▶ _ASSIGNMENT_:
Will you give the material below again, every line exactly as it is?

▶ _THE INPUT_:
-----

import type { Scenario } from '../../src/io/scenario';
import type { AppState } from '../store/appState';

/** The open scenario with the view and time as they are now: what a saved file holds. */
export function scenarioDocument(state: AppState): Scenario | null {
  if (state.scenario === null) return null;
  return {
    ...state.scenario,
    view: {
      plane: state.plane,
      center: [...state.center],
      size: [...state.size],
      resolution: [...state.resolution],
      time: state.time,
    },
  };
}

/** Hands the document to the browser as a download named after its title. */
export function downloadScenario(state: AppState): void {
  const document_ = scenarioDocument(state);
  if (document_ === null) return;
  const blob = new Blob([`${JSON.stringify(document_, null, 2)}\n`], { type: 'application/json' });
  const url = URL.createObjectURL(blob);
  const link = document.createElement('a');
  link.href = url;
  link.download = `${fileStem(document_.title)}.json`;
  link.click();
  setTimeout(() => URL.revokeObjectURL(url), 1000);
}

function fileStem(title: string): string {
  const stem = title
    .toLowerCase()
    .replace(/[^a-z0-9]+/g, '-')
    .replace(/^-+|-+$/g, '');
  return stem.slice(0, 60) || 'scenario';
}
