import {
  answerImport,
  forgetImportedFile,
  IMPORT_COMMANDS,
  IMPORT_REPLIES,
  type ImportReply,
} from '../../src/io/importProtocol';
import type { ImportedTrajectory } from '../../src/io/trajectoryImport';
import type { TrajectoryUnits } from '../../src/io/trajectoryUnits';

/** What reading a trajectory file came to; 'superseded' when a newer read overtook it. */
export type TrajectoryReading =
  | { kind: 'imported'; result: ImportedTrajectory }
  | { kind: 'failed'; message: string; line: number; columns: string[] }
  | { kind: 'superseded' };

let worker: Worker | null = null;
let latest = 0;
const waiting = new Map<number, (reply: ImportReply | string) => void>();

/**
 * Reads and checks a trajectory file in the import worker (on this thread where workers are
 * missing). The worker keeps the table of the last `fileId` it read, so other units for the
 * same file are tried without reading it again. Only the latest read counts: an older one
 * resolves 'superseded'. A worker that dies is dropped, its read fails with the reason, and
 * the next read starts a new one.
 */
export async function readTrajectoryFile(
  file: Blob,
  fileId: number,
  name: string,
  units: TrajectoryUnits,
): Promise<TrajectoryReading> {
  const id = ++latest;
  for (const [older, settle] of waiting) if (older < id) settle('superseded');
  const request = { type: IMPORT_COMMANDS.trajectory, id, fileId, file, name, units };
  const port = importWorker();
  let reply: ImportReply | string;
  if (port === null) {
    reply = (await answerImport(request)).reply;
  } else {
    reply = await new Promise<ImportReply | string>((resolve) => {
      waiting.set(id, (answer) => {
        waiting.delete(id);
        resolve(answer);
      });
      port.postMessage(request);
    });
  }
  if (reply === 'superseded' || id !== latest) return { kind: 'superseded' };
  if (typeof reply === 'string') return { kind: 'failed', message: reply, line: 0, columns: [] };
  if (reply.type === IMPORT_REPLIES.imported) return { kind: 'imported', result: reply.result };
  return { kind: 'failed', message: reply.message, line: reply.line, columns: reply.columns };
}

/** Lets the worker drop the table it keeps of the last file (the preview has closed). */
export function forgetTrajectoryFile(): void {
  if (worker !== null) worker.postMessage({ type: IMPORT_COMMANDS.forget });
  else forgetImportedFile();
}

function importWorker(): Worker | null {
  if (worker !== null) return worker;
  if (typeof Worker !== 'function') return null;
  try {
    worker = new Worker(new URL('./importWorker.ts', import.meta.url), { type: 'module' });
  } catch {
    return null;
  }
  const current = worker;
  current.addEventListener('message', (event: MessageEvent<ImportReply>) => {
    waiting.get(event.data.id)?.(event.data);
  });
  const fail = (reason: string) => {
    current.terminate();
    if (worker === current) worker = null;
    for (const settle of waiting.values()) {
      settle(`the file could not be read: the import worker stopped (${reason})`);
    }
  };
  current.addEventListener('error', (event) => {
    event.preventDefault();
    fail(event.message || 'worker error');
  });
  current.addEventListener('messageerror', () => fail('a message could not be read'));
  return current;
}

-----

▶ _RESULT OF THE EXERCISE_:
import type { Scenario } from '../../src/io/scenario';
import type { AppState } from '../store/appState';

/** The open scenario with the view and time as they are now: what a saved file holds. */
export function scenarioDocument(state: AppState): Scenario | null {
  if (state.scenario === null) return null;
  return {
    ...state.scenario,
    view: {
      plane: state.plane,
      center: [...state.center],
      size: [...state.size],
      resolution: [...state.resolution],
      time: state.time,
    },
  };
}

/** Hands the document to the browser as a download named after its title. */
export function downloadScenario(state: AppState): void {
  const document_ = scenarioDocument(state);
  if (document_ === null) return;
  const blob = new Blob([`${JSON.stringify(document_, null, 2)}\n`], { type: 'application/json' });
  const url = URL.createObjectURL(blob);
  const link = document.createElement('a');
  link.href = url;
  link.download = `${fileStem(document_.title)}.json`;
  link.click();
  setTimeout(() => URL.revokeObjectURL(url), 1000);
}

function fileStem(title: string): string {
  const stem = title
    .toLowerCase()
    .replace(/[^a-z0-9]+/g, '-')
    .replace(/^-+|-+$/g, '');
  return stem.slice(0, 60) || 'scenario';
}
import {
  answerImport,
  forgetImportedFile,
  IMPORT_COMMANDS,
  IMPORT_REPLIES,
  type ImportReply,
} from '../../src/io/importProtocol';
import type { ImportedTrajectory } from '../../src/io/trajectoryImport';
import type { TrajectoryUnits } from '../../src/io/trajectoryUnits';

/** What reading a trajectory file came to; 'superseded' when a newer read overtook it. */
export type TrajectoryReading =
  | { kind: 'imported'; result: ImportedTrajectory }
  | { kind: 'failed'; message: string; line: number; columns: string[] }
  | { kind: 'superseded' };

let worker: Worker | null = null;
let latest = 0;
const waiting = new Map<number, (reply: ImportReply | string) => void>();

/**
 * Reads and checks a trajectory file in the import worker (on this thread where workers are
 * missing). The worker keeps the table of the last `fileId` it read, so other units for the
 * same file are tried without reading it again. Only the latest read counts: an older one
 * resolves 'superseded'. A worker that dies is dropped, its read fails with the reason, and
 * the next read starts a new one.
 */
export async function readTrajectoryFile(
  file: Blob,
  fileId: number,
  name: string,
  units: TrajectoryUnits,
): Promise<TrajectoryReading> {
  const id = ++latest;
  for (const [older, settle] of waiting) if (older < id) settle('superseded');
  const request = { type: IMPORT_COMMANDS.trajectory, id, fileId, file, name, units };
  const port = importWorker();
  let reply: ImportReply | string;
  if (port === null) {
    reply = (await answerImport(request)).reply;
  } else {
    reply = await new Promise<ImportReply | string>((resolve) => {
      waiting.set(id, (answer) => {
        waiting.delete(id);
        resolve(answer);
      });
      port.postMessage(request);
    });
  }
  if (reply === 'superseded' || id !== latest) return { kind: 'superseded' };
  if (typeof reply === 'string') return { kind: 'failed', message: reply, line: 0, columns: [] };
  if (reply.type === IMPORT_REPLIES.imported) return { kind: 'imported', result: reply.result };
  return { kind: 'failed', message: reply.message, line: reply.line, columns: reply.columns };
}

/** Lets the worker drop the table it keeps of the last file (the preview has closed). */
export function forgetTrajectoryFile(): void {
  if (worker !== null) worker.postMessage({ type: IMPORT_COMMANDS.forget });
  else forgetImportedFile();
}

function importWorker(): Worker | null {
  if (worker !== null) return worker;
  if (typeof Worker !== 'function') return null;
  try {
    worker = new Worker(new URL('./importWorker.ts', import.meta.url), { type: 'module' });
  } catch {
    return null;
  }
  const current = worker;
  current.addEventListener('message', (event: MessageEvent<ImportReply>) => {
    waiting.get(event.data.id)?.(event.data);
  });
  const fail = (reason: string) => {
    current.terminate();
    if (worker === current) worker = null;
    for (const settle of waiting.values()) {
      settle(`the file could not be read: the import worker stopped (${reason})`);
    }
  };
  current.addEventListener('error', (event) => {
    event.preventDefault();
    fail(event.message || 'worker error');
  });
  current.addEventListener('messageerror', () => fail('a message could not be read'));
  return current;
}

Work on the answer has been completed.